> [Your objective]
All lines below containing "already" are to be listed.
[Start of Attachment]
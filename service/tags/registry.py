"""Which tag a message's topic carries: exact topics in a dict, patterns matched level by level.

A :class:`TagRegistry` is built from every tag entry (``[[tags.tag]]`` and the rows of tag lists) and
answers :meth:`TagRegistry.resolve` for each message: the tag id, its entry and the decoder of its
payload format. Exact topics are one dict look-up. Patterns live in a tree with one node per level
(a literal level, ``+`` and ``#`` as branches), walked with the topic's levels: no regular
expression per message. A topic a pattern named once is remembered, so later messages on it are a
dict look-up too. An exact topic wins over any pattern that also matches it.

What is checked when the registry is built (:class:`TagConfigError`, one line per problem, each
naming where the entries were defined):

* a format no ``[tags.formats]`` entry defines;
* two entries with the same exact topic, or the same exact tag id;
* two patterns that some topic matches both (exact under the matching rules of
  :mod:`service.config.topic_pattern`, with a topic that would match both as the example).

What cannot be checked before messages arrive: several topics that name ONE tag id, because a
pattern's template leaves a wildcard level out (``gw/+/tags/+`` as ``{3}``, two gateways), because
two templates can spell the same id (``{1}.{2}`` from ``a.b``/``c`` and from ``a``/``b.c``), or because
a pattern names the id of an exact tag. The registry detects it when the second topic arrives: the
first topic keeps the id, every other is refused as ``tag_id_taken`` (exact tags always keep theirs).
Which topic came first is state: :meth:`TagRegistry.export_bindings` and
:meth:`TagRegistry.import_bindings` carry it across a restart, so recovery decides as the
uninterrupted run did.

Refusals of :meth:`TagRegistry.resolve` (``REGISTRY_REASONS``; a topic no entry names gives None):

``bad_tag_id``     a pattern gave an id that is not a valid tag id (an empty level as the whole id)
``tag_id_taken``   the id is an exact tag's, or another topic was first to name it
``too_many_tags``  the patterns have named ``max_pattern_tags`` tags already (a flood of new topics)
"""
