"""The tag path, from tag messages to channel samples: topic to tag, payload to reading, readings to samples.

One :class:`TagPath` holds the three steps the live engine and the offline runs share:

1. :class:`~service.tags.registry.TagRegistry` names the tag a message's topic carries (or refuses it);
2. that tag's decoder reads the payload into a value, a time stamp and a quality (or refuses it);
3. :class:`~service.tags.assembler.SampleAssembler` forms a sample of every channel whose output tag
   updated.

A refused message is a bad message (dead-lettered by the caller, with a
:class:`~service.broker_link.tag_refusal.TagRefusal`); a sample that could not be formed from good
messages is not (counted per channel by :class:`~service.tags.assembler.FormingRefusal`). A good update
of a tag that no channel names is counted as ``unused`` and otherwise let go.

Everything that decides an outcome is in the message sequence and in :meth:`TagPath.export_state`
(the kept updates, and which topic a pattern bound to which tag id first), so the same messages in the
same order give the same samples however they are cut into batches, after a restart too.
"""

from __future__ import annotations

from collections.abc import Sequence
from dataclasses import dataclass
from typing import Any, Protocol

import numpy as np
from numpy.typing import NDArray

from estimator import SampleColumns
from service.broker_link.payload import Refusal
from service.broker_link.tag_reading import TagReading
from service.config.settings import ConfigError, RwlsConfig
from service.tags.assembler import AssembledBatch, ChannelSamples, SampleAssembler
from service.tags.registry import TagConfigError, TagMatch, TagRegistry
from service.tags.tag_list import read_tag_list
from service.tags.tag_payload import TagDecoder

__all__ = ["TagBatch", "TagPath", "TaggedMessage", "sample_columns", "tag_path_of"]

_STATE_PREFIX = "tags."


class TaggedMessage(Protocol):
    """What the tag path reads of a message: its topic, its bytes and when it arrived (epoch seconds)."""

    @property
    def topic(self) -> str | None: ...

    @property
    def payload(self) -> bytes: ...

    @property
    def received(self) -> float: ...

    @property
    def reading(self) -> TagReading | Refusal | None: ...


@dataclass(frozen=True)
class TagBatch:
    """What a batch of tag messages gave.

    ``assembled``: the samples formed and the forming refusals; each sample's ``position`` is the
    index, in the messages given, of the output update that formed it.
    ``refused``: ``(index, refusal)`` of every bad message, in order.
    ``unknown``: indexes of messages whose topic no tag entry names.
    ``unused``: good updates of tags no channel names.
    """

    assembled: AssembledBatch
    refused: list[tuple[int, Refusal]]
    unknown: list[int]
    unused: int


def tag_path_of(config: RwlsConfig) -> TagPath | None:
    """:meth:`TagPath.from_config`, its problems as a :class:`ConfigError` (what commands report)."""
    try:
        return TagPath.from_config(config)
    except TagConfigError as exc:
        raise ConfigError(exc.problems) from None


def sample_columns(samples: ChannelSamples) -> SampleColumns:
    """A channel's formed samples as the estimator's columns (time stamped, no sigma, weight or seq)."""
    count = len(samples)
    nothing: list[float | None] = [None] * count
    inputs = dict(zip(samples.input_names, samples.inputs.T.tolist(), strict=True))
    return SampleColumns(samples.y.tolist(), inputs, samples.t.tolist(), nothing, list(nothing), [None] * count)


class TagPath:
    """Registry, decoders and sample assembler of the configuration's tags (see the module docstring)."""

    def __init__(self, registry: TagRegistry, assembler: SampleAssembler) -> None:
        self.registry = registry
        self.assembler = assembler
        # Topic -> (the assembler's index of its tag, None for a tag no channel names; its decoder), for
        # every topic the registry matched to a tag: a binding is for good, so one look-up per message.
        self._routes: dict[str, tuple[int | None, TagDecoder]] = {}

    @classmethod
    def from_config(cls, config: RwlsConfig) -> TagPath | None:
        """The tag path of ``config``; None when no channel is assembled from tags and no tag is listed.

        Raises
        ------
        TagConfigError
            A tag list that cannot be read, duplicate or overlapping entries, or a channel naming a tag
            no entry can name (one line per problem, each naming where).
        """
        channels = config.channel_tags()
        if not channels and not config.tags.tag and not config.tags.files:
            return None
        problems: list[str] = []
        listed = []
        for name in config.tags.files:
            try:
                listed += read_tag_list(name)
            except TagConfigError as exc:
                problems += exc.problems
        if problems:
            raise TagConfigError(problems)
        registry = TagRegistry.from_config(config.tags, listed)
        problems = registry.check_channels(channels)
        if problems:
            raise TagConfigError(problems)
        named = [tag_id for tags in channels.values() for tag_id in (tags.output, *tags.inputs.values())]
        assembler = SampleAssembler(channels, registry.max_ages(named), config.tags.history)
        return cls(registry, assembler)

    @property
    def channel_ids(self) -> tuple[str, ...]:
        """The channels assembled from tags, in configuration order."""
        return self.assembler.channel_ids

    def subscriptions(self) -> tuple[str, ...]:
        """Every MQTT topic filter the tags need."""
        return self.registry.subscriptions()

    def take(self, messages: Sequence[TaggedMessage]) -> TagBatch:
        """Resolve, decode and assemble messages in the order given (arrival order).

        A message the ingest process decoded already (``reading``) is not decoded again: both used
        the decoder the registry names for its topic.
        """
        refused: list[tuple[int, Refusal]] = []
        unknown: list[int] = []
        unused = 0
        where: list[int] = []
        tags: list[int] = []
        times: list[float] = []
        values: list[float] = []
        good: list[bool] = []
        routes = self._routes
        for i, message in enumerate(messages):
            topic = message.topic
            route = routes.get(topic) if topic is not None else None
            if route is None:
                found = self._route(topic)
                if found is None:
                    unknown.append(i)
                    continue
                if isinstance(found, Refusal):
                    refused.append((i, found))
                    continue
                route = found
            k, decoder = route
            reading = message.reading or decoder.decode(message.payload, message.received)
            if isinstance(reading, Refusal):
                refused.append((i, reading))
                continue
            if k is None:
                unused += 1
                continue
            where.append(i)
            tags.append(k)
            times.append(reading.t)
            values.append(reading.value)
            good.append(reading.good)
        assembled = self.assembler.assemble(np.array(tags, dtype=np.int64), times, values,
                                            np.array(good, dtype=bool))
        if assembled.samples:
            at = np.array(where, dtype=np.int64)
            # Built directly: dataclasses.replace costs more than the rest of a one-sample channel's share.
            assembled = AssembledBatch({cid: ChannelSamples(s.input_names, s.y, s.inputs, s.t, at[s.position])
                                        for cid, s in assembled.samples.items()},
                                       assembled.refusals, assembled.not_newer)
        return TagBatch(assembled, refused, unknown, unused)

    def _route(self, topic: str | None) -> tuple[int | None, TagDecoder] | Refusal | None:
        """A topic not seen before (or refused before): the registry's answer, remembered when it is a tag."""
        if topic is None:
            return None
        match = self.registry.resolve(topic)
        if not isinstance(match, TagMatch):
            return match
        route = self._routes[topic] = (self.assembler.index_of(match.tag_id), match.decoder)
        return route

    # -------------------------------------------------------------------------------------------- state
    def export_state(self) -> tuple[dict[str, NDArray[Any]], dict[str, object]]:
        """Arrays (keys prefixed ``tags.``) and a JSON-able description, for a checkpoint."""
        arrays, meta = self.assembler.export_state()
        return ({_STATE_PREFIX + name: array for name, array in arrays.items()},
                {"assembler": meta, "bindings": [list(pair) for pair in self.registry.export_bindings()]})

    def import_state(self, arrays: dict[str, NDArray[Any]], meta: dict[str, Any]) -> dict[str, list[str]]:
        """Take back :meth:`export_state`; returns what no longer fits the configuration (tags, topics).

        Raises
        ------
        ValueError
            Arrays whose shapes do not fit the description; nothing is changed.
        """
        own = {name.removeprefix(_STATE_PREFIX): array for name, array in arrays.items()
               if name.startswith(_STATE_PREFIX)}
        unknown = self.assembler.import_state(own, meta["assembler"])
        self._routes.clear()
        dropped = self.registry.import_bindings((str(topic), str(tag_id)) for topic, tag_id in meta["bindings"])
        return {"unknown_tags": unknown, "dropped_topics": dropped}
[End of Attachment]
> [Answer section]
``too_many_tags``  the patterns have named ``max_pattern_tags`` tags already (a flood of new topics)
        A message the ingest process decoded already (``reading``) is not decoded again: both used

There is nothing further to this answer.